Department of Biomedicine and Prevention, University of Rome Tor Vergata, Via Montpellier, 1, Rome, 00133, Italy.
School of Nursing, Università Cattolica del Sacro Cuore, Largo Francesco Vito, 1, Rome, 00168, Italy.
Public Health. 2022 Sep;210:134-141. doi: 10.1016/j.puhe.2022.06.021. Epub 2022 Aug 12.
To measure the association between patient activation and hospitalization or emergency department (ED) visits among adults with chronic diseases.
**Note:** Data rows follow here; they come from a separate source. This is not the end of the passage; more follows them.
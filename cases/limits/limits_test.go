package limits_test

import (
	"fmt"
	"math"
	"strings"
	"testing"

	"creaseproof/cases"
	"creaseproof/cases/limits"

	"github.com/stretchr/testify/assert"
	"github.com/stretchr/testify/require"
)

const header = `[space]
coordinates = ["x", "y"]
unknowns = ["u"]
constants = ["eps"]
[let]
R = "(1 - u_x^2 - u_y^2)/2"
[model]
residual = "R"
bending = "u_xx + u_yy"
energy = "%s"
[[limit]]
name = "wall"
`

const usual = "R^2/(2 eps) + eps (u_xx + u_yy)^2/2"

// wall is the transition between x and -x over a unit length of the wall.
const wall = `approximation = "profile"
plus = "x"
minus = "-x"
box = { x = ["-1", "1"], y = ["0", "1"] }
`

func evaluate(t *testing.T, energy, text string) (limits.Value, error) {
	t.Helper()
	if !strings.Contains(text, "eps =") {
		text += `eps = ["1/20", "1/40", "1/80"]` + "\n"
	}
	c, err := cases.Parse("wall.toml", append(fmt.Appendf(nil, header, energy), text...))
	require.NoError(t, err)
	list, err := limits.Evaluate(t.Context(), c, &c.File.Limits[0], 1)
	if err != nil {
		return limits.Value{}, c.Place(err, c.File.Limits[0].Pos)
	}
	require.Len(t, list, 1)
	return list[0], nil
}

// The cost of a transition under a R²/eps + b eps L² is 2 sqrt(ab) ∫|R||L|, from
// completing the square, and both parts of it are equal: here ∫|R||L| is 2/3.
func TestOptimalProfileOfOtherWeights(t *testing.T) {
	for _, w := range []struct{ a, b float64 }{{.5, .5}, {1, .125}, {.25, 1}, {3, 3}} {
		v, err := evaluate(t, fmt.Sprintf("%g R^2/eps + %g eps (u_xx + u_yy)^2", w.a, w.b), wall+`energy = "2/3"`+"\n")
		require.NoError(t, err)
		want := 2 * math.Sqrt(w.a*w.b) * 2 / 3
		assert.InEpsilon(t, want, v.Energy[2], 1e-9)
		assert.InEpsilon(t, want/2, v.Compression[2], 1e-9, "%v", w)
		assert.InEpsilon(t, want/2, v.Bending[2], 1e-9, "%v", w)
		assert.InDelta(t, 1, *v.Equipartition, 1e-9)
	}
	// A front has the width of the usual weights.
	v, err := evaluate(t, "R^2/(4 eps) + eps (u_xx^2 + 2 u_xy^2 + u_yy^2)", `approximation = "front"
branches = ["x", "-x"]
combine = "max"
box = { x = ["-1", "1"], y = ["0", "1"] }
energy = "sqrt(4/9)"
`)
	require.NoError(t, err)
	assert.InEpsilon(t, 4, 1 / *v.Equipartition, 1e-9)
	assert.InEpsilon(t, v.Energy[2], v.Compression[2]+v.Bending[2], 1e-12)
	assert.Equal(t, limits.Above, v.Outcome)
}

func TestGivenProfiles(t *testing.T) {
	for _, p := range []string{
		"(1 - tanh(s/2))/2", "(1 + 0.9 tanh(s/2))/2", "(1 + 0.999 tanh(s/2))/2", "1/2 + s/2", "s", "0", "1/(1 + s^2)",
		"(1 + s/abs(s))/2", "(1 + tanh(s/2))/2 + exp(-s^2)/(s - 1)", "(1 + (s - 3)/abs(s - 3))/4 + (1 + tanh(s))/4", "sqrt(s)/sqrt(s)", "(1 + tanh(1/s))/2",
	} {
		_, err := evaluate(t, usual, wall+"profile = '"+p+"'\n")
		require.Error(t, err, p)
		assert.Contains(t, err.Error(), "wall.toml:17:", p)
		assert.Contains(t, err.Error(), "the profile", p)
	}
	// R = 2 S (1 - S) and L = 2 S'/eps, so the energy is ∫ 2 S² (1 - S)² + 2 S'² ds.
	for p, want := range map[string]float64{
		"(1 + tanh(s/2))/2":                     2. / 3,
		"(1 + tanh(s/2 - 3))/2":                 2. / 3, // shifted
		"(1 + tanh(s))/2":                       1./6 + 2./3,
		"(1 + s/sqrt(1 + s^2))/2":               math.Pi / 4, // 1 - (2S - 1)² = 1/(1 + s²), S' = (1 + s²)^(-3/2)/2: π/16 + 3π/16
		"1/2 + (abs(s + 1) - abs(s - 1))/4":     1 + 2./15,   // ∫ (1 - s²)²/8 + 1/2 over |s| < 1
		"(1 + tanh(s/2))/2 + exp(-s^2)/1000000": math.Nextafter(2./3, 1),
	} {
		v, err := evaluate(t, usual, wall+"energy = '2/3'\nprofile = '"+p+"'\n")
		if assert.NoError(t, err, p) {
			assert.InEpsilon(t, want, v.Energy[2], 2e-6, p)
			assert.Equal(t, want > 0.667, v.Outcome == limits.Above, p)
		}
	}
}

func TestRegionsThatFold(t *testing.T) {
	const front = "approximation = 'front'\nbranches = ['x', '-x']\ncombine = 'min'\n"
	for _, r := range []string{
		`map = ["s^2 - 1/2", "t"], over = { s = ["-1", "1"], t = ["0", "1"] }`,
		`map = ["s + t - 1/2", "2 s + 2 t"], over = { s = ["-1", "1"], t = ["0", "1"] }`,
		`map = ["s", "0"], over = { s = ["-1", "1"], t = ["0", "1"] }`,
	} {
		_, err := evaluate(t, usual, front+"region = { "+r+" }\n")
		if assert.Error(t, err, r) {
			assert.Contains(t, err.Error(), "wall.toml:16:", r)
			assert.Regexp(t, "folds|no volume", err.Error(), r)
		}
	}
	for _, r := range []string{
		`map = ["-s", "t"], over = { s = ["-1", "1"], t = ["0", "1"] }`,
		`map = ["r cos(a)", "r sin(a)"], over = { r = ["0", "1/2"], a = ["0", "2 pi"] }`,
		`map = ["s^3", "t"], over = { s = ["-1", "1"], t = ["0", "1"] }`,
	} {
		v, err := evaluate(t, usual, front+"eps = ['1/40', '1/80', '1/160']\nenergy = '2/3'\nregion = { "+r+" }\n")
		if assert.NoError(t, err, r) {
			assert.Equal(t, limits.Sharp, v.Outcome, r)
		}
	}
}

// A limit is not told from eps that are not small, nor from one energy.
func TestNotSettled(t *testing.T) {
	v, err := evaluate(t, usual, wall+"eps = ['1000000', '100', '1']\n")
	require.NoError(t, err)
	assert.Equal(t, limits.Undecided, v.Outcome)
	assert.Greater(t, *v.LimitError, math.Abs(*v.Limit-2./3), "the estimate covers the error")

	v, err = evaluate(t, usual, wall+"eps = ['1/10']\nenergy = '1/2'\n")
	require.NoError(t, err)
	assert.Equal(t, limits.Undecided, v.Outcome)
	assert.Nil(t, v.Limit)
	assert.NotContains(t, v.Reason, "Inf")

	v, err = evaluate(t, usual, wall+"energy = '0'\nexpect = 'above'\n")
	require.NoError(t, err)
	assert.True(t, v.Met)
	assert.NotContains(t, v.Reason, "%", "nothing is a share of zero")
}

func judged(target float64, eps, energy []float64) limits.Value {
	none := 0.0
	v := limits.Value{Eps: eps, Energy: energy, Compression: energy, Bending: energy, Error: make([]float64, len(eps)),
		Target: &target, TargetError: &none, Expected: limits.Sharp, Outcome: limits.Undecided}
	v.Judge(nil)
	return v
}

func TestGapThatGrows(t *testing.T) {
	eps := []float64{.1, .05, .025, .0125}
	v := judged(1, eps, []float64{1.00001, 1.00002, 1.00004, 1.00008})
	assert.Equal(t, limits.Undecided, v.Outcome, "like 1/eps")
	assert.Contains(t, v.Reason, "grows")
	v = judged(1, eps, []float64{1.01, 1.0001, 0.9997, 0.9998})
	assert.Equal(t, limits.Sharp, v.Outcome, "the gap changes its sign")
	v = judged(1, eps, []float64{1.0001, 1.0004, 1.00042, 1.000421})
	assert.Equal(t, limits.Sharp, v.Outcome, "to a limit within what is allowed")
}

func TestExponentialGap(t *testing.T) {
	eps := []float64{.2, .1, .05}
	var fast, second []float64
	for _, e := range eps {
		fast, second = append(fast, 1+math.Exp(-1/e)), append(second, 1+e*e/100)
	}
	v := judged(1, eps, fast)
	assert.True(t, v.Exponential())
	assert.Nil(t, v.Rate)
	v = judged(1, eps, second)
	assert.False(t, v.Exponential())
	require.NotNil(t, v.Rate)
	assert.InDelta(t, 2, *v.Rate, 1e-9)
}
Systematic review and meta-analysis.
A systematic review of English articles was performed using the following databases: PubMed, Cochrane Library, Web of Science, PsycINFO, and Embase. Articles were searched from 2005 until July 2021. Observational studies that measured the association between patient activation, measured by the Patient Activation Measure (PAM), and hospitalization or ED visits among adults with chronic or multichronic diseases were included. Pairs of reviewers independently screened the studies and extracted data for qualitative and quantitative synthesis. The methodological quality was assessed using the Quality in Prognostic Studies (QUIPS) tool.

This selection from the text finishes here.